The base issue for the Wizards isn’t too tough to figure out — they have scored the fewest points in the league, and only Sacramento (more about them soon) has as big of a negative margin between points scored and points allowed. Their leading scorer, Jordan Crawford, is averaging just 12.2 points per game. Rookie Bradley Beal is second at 11.7. Neither is particularly efficient. In fact, no one on the team has been. Some relief is in sight soon — Nene could return from injury this week, and John Wall won’t be too far behind him. Wall, in particular, will help run things on the floor. He’s not a miracle worker, though, and there just isn’t a whole lot to work with.
Perhaps the toughest thing the Wizards have to overcome is the total incompetence of coach Randy Wittman. Sure, he doesn’t have much to work with, but he’s making a total mess of it. He rotates players like a hockey coach, and he doesn’t let any given lineup play together long enough to build any chemistry. He has taken a team with little confidence to begin with and has managed to destroy what confidence was there. With Wittman at the helm the Wizards will be tough to beat in the race to the bottom.
If anyone can beat the Wizards, though, it’s the Kings. They sit at 2-8, and at 1-8-1 ATS they are even worse than the public thinks they are. The clearest sign of just how bad things are is that the Kings have already had at least one players-only meeting — and there is a rumor that there have been two. Players-only meetings are never good, and they should never be necessary this early in a season.
The team is shooting terribly — below 30 percent from three-point range through 10 games. The only category that the team leads the league in is suspensions — DeMarcus Cousins and Thomas Robinson have both missed time for a lack of discipline already in this young season.
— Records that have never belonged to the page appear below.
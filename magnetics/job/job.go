package job

import (
	_ "embed"
	"slices"
	"strings"

	"gapwright/corelib/document"
	"gapwright/tank"
)

// DemoName is the file name under which messages speak of the built-in job.
const DemoName = "demo.yaml"

//go:embed demo.yaml
var demo []byte

// Demo returns the built-in example job, a 390 V to 48 V, 400 W supply. Its
// insulation figures are assumptions of the example.
func Demo() Job {
	j, err := Read(DemoName, demo)
	if err != nil {
		panic("job: the built-in job is wrong: " + err.Error())
	}
	return j
}

// DemoText returns the file of the built-in example job.
func DemoText() []byte { return slices.Clone(demo) }

// Read reads and checks a job file. The name is for messages. Everything that
// is wrong comes at once, in file order, as joined *document.Errors.
func Read(name string, data []byte) (Job, error) {
	var f jobFile
	rec := document.Read(name, data, &f)
	if rec.Set("job") && rec.Set("transformer") { // keys are remembered even where they do not belong
		return Job{}, rec.At("job", "this is a build file, not a job; give it to a command that takes a BUILD, such as check")
	}
	check(&f, rec)
	if err := rec.Err(); err != nil {
		return Job{}, err
	}
	return f.job(rec), nil
}

// job converts a checked file.
func (f *jobFile) job(rec *document.Record) Job {
	j := Job{Title: f.Title, PartNumber: f.PartNumber, Revision: f.Revision, Tank: tank.Tank(f.Tank), Build: f.Build, record: rec}
	for _, c := range f.Corners {
		j.Corners = append(j.Corners, tank.Corner(c))
	}
	return j
}

// file converts back. What was computed from other keys while reading and is
// not in the file is left out again.
func (j Job) file() jobFile {
	f := jobFile{Format: Format, Title: j.Title, PartNumber: j.PartNumber, Revision: j.Revision, Tank: tankFile(j.Tank), Build: j.Build}
	f.Tank.WindingCapacitance = 0 // of the parts as built, no key of a job
	for i, c := range j.Corners {
		if j.record != nil && !j.record.Set(path("corners", i, "share")) {
			c.Share = 0
		}
		f.Corners = append(f.Corners, corner(c))
	}
	return f
}

// Defaults returns every default that was used because the job does not state
// the value; nil for a Job made in code.
func (j Job) Defaults() []document.Default {
	if j.record == nil {
		return nil
	}
	return j.record.Defaults()
}

// IsSet tells whether the job itself states the value at path, such as
// "build.limits.height". It is false for a Job made in code.
func (j Job) IsSet(path string) bool { return j.record != nil && j.record.Set(path) }

// Fault returns an input error at path with file, line and column, for what
// only the tables can tell: an unknown core, material or wire.
func (j Job) Fault(path, format string, args ...any) error {
	if j.record == nil {
		return document.Nowhere(path, format, args...)
	}
	return j.record.At(path, format, args...)
}

// DefaultBuild returns the build section of a job that states none.
func DefaultBuild() Build {
	var b Build
	document.Fill(&b)
	return b
}

// Schema returns the JSON Schema of the job file.
func Schema() []byte { return document.Schema(jobFile{}, "gapwright job, format 1") }

// Starter returns a commented job file to begin with.
func Starter() []byte { return document.Template(jobFile{}, starterHead, false) }

const starterHead = `A job for gapwright: a settled resonant tank and what may be built for it.
Every value that has a unit is written with it: 60 uH, 44 nF, 120 mohm, 0.5 mm, 5 %,
45 degC for a temperature, 10 K for a rise. Lines behind a # show the defaults; take
the # and the blank after it away to change one. Marks of defaults: PUB published,
CP common practice, MEM from memory; no mark: our proposal.

The values below are an example. Replace them by those of your tank.`

// NotYet lists keys that are read but that the program does not act on yet. A
// job that sets one of them to anything but its default is refused. An entry is
// a path ("build.sheet.contact"), a path and a word or list entry
// ("build.gap.kind=spacer"), or a section ("build.tests"). An entry of limits,
// cores, gap, wires or insulation holds for the parts' own sections too.
var NotYet = []string{
	"build.cores.former=none",                  // every turn length is that of a former
	"build.transformer.secondary_parallel_max", // each half is one winding, with wires in hand side by side
}

func notYet(f *jobFile, rec *document.Record) {
	if len(NotYet) == 0 {
		return
	}
	for _, changed := range document.Changed(*f, rec) {
		if !rec.Valid(changed) {
			continue
		}
		general := changed
		for _, part := range []string{Transformer, Inductor} {
			for _, section := range []string{"limits", "cores", "gap", "wires", "insulation"} {
				if rest, ok := strings.CutPrefix(changed, "build."+part+"."+section+"."); ok {
					general = "build." + section + "." + rest
				}
			}
		}
		for _, entry := range NotYet {
			p, word, hasWord := strings.Cut(entry, "=")
			if !within(changed, p) && !within(general, p) {
				continue
			}
			if !hasWord {
				rec.Fault(changed, "is not supported yet; leave it out")
			} else if slices.Contains(rec.Words(changed), word) {
				rec.Fault(changed, "%s is not supported yet; write another or leave the key out", word)
			}
		}
	}
}

func within(path, section string) bool {
	return path == section || strings.HasPrefix(path, section+".") || strings.HasPrefix(path, section+"[")
}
That kind of on-court circus is the problem of the head coach, and in Keith Smart the Kings have one as bad as Wittman. He runs a very deep bench, but he seems to do it almost randomly. He has four pretty talented point guards on the roster, but he has been totally hopeless managing them. Smart has transformed Tyreke Evans from a thrilling talent to a wasted shell of a player.
The biggest thing the Kings have going for them in the race to the bottom is that they play in the deeper Western Conference, so there are more tough games on the schedule. They have a two-win lead on the Wizards, though, and with teams this bad two wins is a lot. I still give the edge to the Wizards.
Kyrie Irving is a very, very good point guard. He’s also unfortunately out of action for a month or more with a finger injury. That’s a huge blow to the Cavs — obviously. It’s a big drop off from Irving to the second option — whoever that is — on the team, and because Irving eats up so many minutes the alternatives haven’t had much playing time. While it’s a huge blow, I still think that over the long term this is a better team than the earlier two on this list. They have a bit more talent, they can score more, and their coaching is better. Cleveland could finish last, but I’m not betting on it.
The Pistons also opened with eight straight losses, but they have won two of three since, and they are looking surprisingly competent lately. They lost by only two to Oklahoma City and four to Orlando in their last four as well, so they are reasonably competitive.
What the Pistons have over the rest of these teams is their depth. They aren’t a championship-caliber team by any means, but there are bright spots. Kyle Singler has been a pleasant surprise off the bench, and Andre Drummond is progressing way ahead of expectations. Brandon Knight is manning the point reasonably well, and Rodney Stuckey can be useful. Most impressively, in his third year Greg Monroe has emerged as a solid player up front. This team isn’t going to be good, but they won’t be as bad as the others.
Last year Charlotte was historically bad, so it seemed likely they would be serious players for the cellar again this year. So far, though, they have been the biggest surprise of the season. They are 5-4, and they are led by brilliant play from Kemba Walker and a strong start from Michael Kidd-Gilchrist. They are likely to adjust downward at some point, but given their strong start it would be an insult to discuss them with this bunch of losers right now.